▸ **EXERCISE**:
Print the whole listing exactly.

━━ EXCERPTED DATA

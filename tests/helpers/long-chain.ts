/**
 * Long models for the progress and cancel tests (invented, for run time only):
 * one steel shaft of `stations` stations, fixed at both ends, a torque at every
 * tenth station; with `cases`, its torques spread over that many load cases and
 * `combos` combinations of them. `fixedFixedChain` is its shaft, for other tests' chains too.
 */
export function longChain(stations: number, cases = 0, combos = 0): Record<string, unknown> {
  const segs = stations - 1;
  const h = 0.01; // m
  const segments = Array.from({ length: segs }, (_, k) => ({ length: h, section: k % 2 ? 'a' : 'b', material: 'steel' }));
  const torques: Array<Record<string, unknown>> = [];
  for (let k = 5; k < segs; k += 10) {
    torques.push({ id: `t${k}`, shaft: 's', at: k * h, torque: (k % 7) - 3, ...(cases > 0 ? { case: `c${torques.length % cases}` } : {}) });
  }
  const ids = Array.from({ length: cases }, (_, k) => `c${k}`);
  return fixedFixedChain(`Long chain (invented), ${stations} stations`, segments, segs * h, {
    torques,
    ...(cases > 0
      ? {
          loadCases: ids.map((id) => ({ id })),
          combinations: Array.from({ length: combos }, (_, k) => ({ id: `k${k}`, factors: Object.fromEntries(ids.map((id, j) => [id, ((k + j) % 3) - 1])) })),
        }
      : {}),
  });
}

/**
 * A steel shaft 's' fixed at both ends (invented): G = 79.3 GPa, allowable shear 55 MPa, sections
 * 'a' (solid, d = 40 mm) and 'b' (hollow, 50/30 mm), supports A at 0 and B at `length`; `loads`
 * (torques, load cases, combinations) follow.
 */
export function fixedFixedChain(name: string, segments: unknown[], length: number, loads: Record<string, unknown>): Record<string, unknown> {
  return {
    format: 'shaftnet/1',
    name,
    materials: [{ id: 'steel', G: 79.3e9, allowableShear: 55e6 }],
    sections: [
      { id: 'a', shape: 'solid', d: 0.04 },
      { id: 'b', shape: 'hollow', d: 0.05, di: 0.03 },
    ],
    shafts: [{ id: 's', segments }],
    supports: [
      { id: 'A', shaft: 's', at: 0, kind: 'fixed' },
      { id: 'B', shaft: 's', at: length, kind: 'fixed' },
    ],
    ...loads,
  };
}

━━━━

▸ **RESPONSE**:
filename tests/helpers/long-chain.ts
/**
 * Long models for the progress and cancel tests (invented, for run time only):
 * one steel shaft of `stations` stations, fixed at both ends, a torque at every
 * tenth station; with `cases`, its torques spread over that many load cases and
 * `combos` combinations of them. `fixedFixedChain` is its shaft, for other tests' chains too.
 */
export function longChain(stations: number, cases = 0, combos = 0): Record<string, unknown> {
  const segs = stations - 1;
  const h = 0.01; // m
  const segments = Array.from({ length: segs }, (_, k) => ({ length: h, section: k % 2 ? 'a' : 'b', material: 'steel' }));
  const torques: Array<Record<string, unknown>> = [];
  for (let k = 5; k < segs; k += 10) {
    torques.push({ id: `t${k}`, shaft: 's', at: k * h, torque: (k % 7) - 3, ...(cases > 0 ? { case: `c${torques.length % cases}` } : {}) });
  }
  const ids = Array.from({ length: cases }, (_, k) => `c${k}`);
  return fixedFixedChain(`Long chain (invented), ${stations} stations`, segments, segs * h, {
    torques,
    ...(cases > 0
      ? {
          loadCases: ids.map((id) => ({ id })),
          combinations: Array.from({ length: combos }, (_, k) => ({ id: `k${k}`, factors: Object.fromEntries(ids.map((id, j) => [id, ((k + j) % 3) - 1])) })),
        }
      : {}),
  });
}

/**
 * A steel shaft 's' fixed at both ends (invented): G = 79.3 GPa, allowable shear 55 MPa, sections
 * 'a' (solid, d = 40 mm) and 'b' (hollow, 50/30 mm), supports A at 0 and B at `length`; `loads`
 * (torques, load cases, combinations) follow.
 */
export function fixedFixedChain(name: string, segments: unknown[], length: number, loads: Record<string, unknown>): Record<string, unknown> {
  return {
    format: 'shaftnet/1',
    name,
    materials: [{ id: 'steel', G: 79.3e9, allowableShear: 55e6 }],
    sections: [
      { id: 'a', shape: 'solid', d: 0.04 },
      { id: 'b', shape: 'hollow', d: 0.05, di: 0.03 },
    ],
    shafts: [{ id: 's', segments }],
    supports: [
      { id: 'A', shaft: 's', at: 0, kind: 'fixed' },
      { id: 'B', shaft: 's', at: length, kind: 'fixed' },
    ],
    ...loads,
  };
}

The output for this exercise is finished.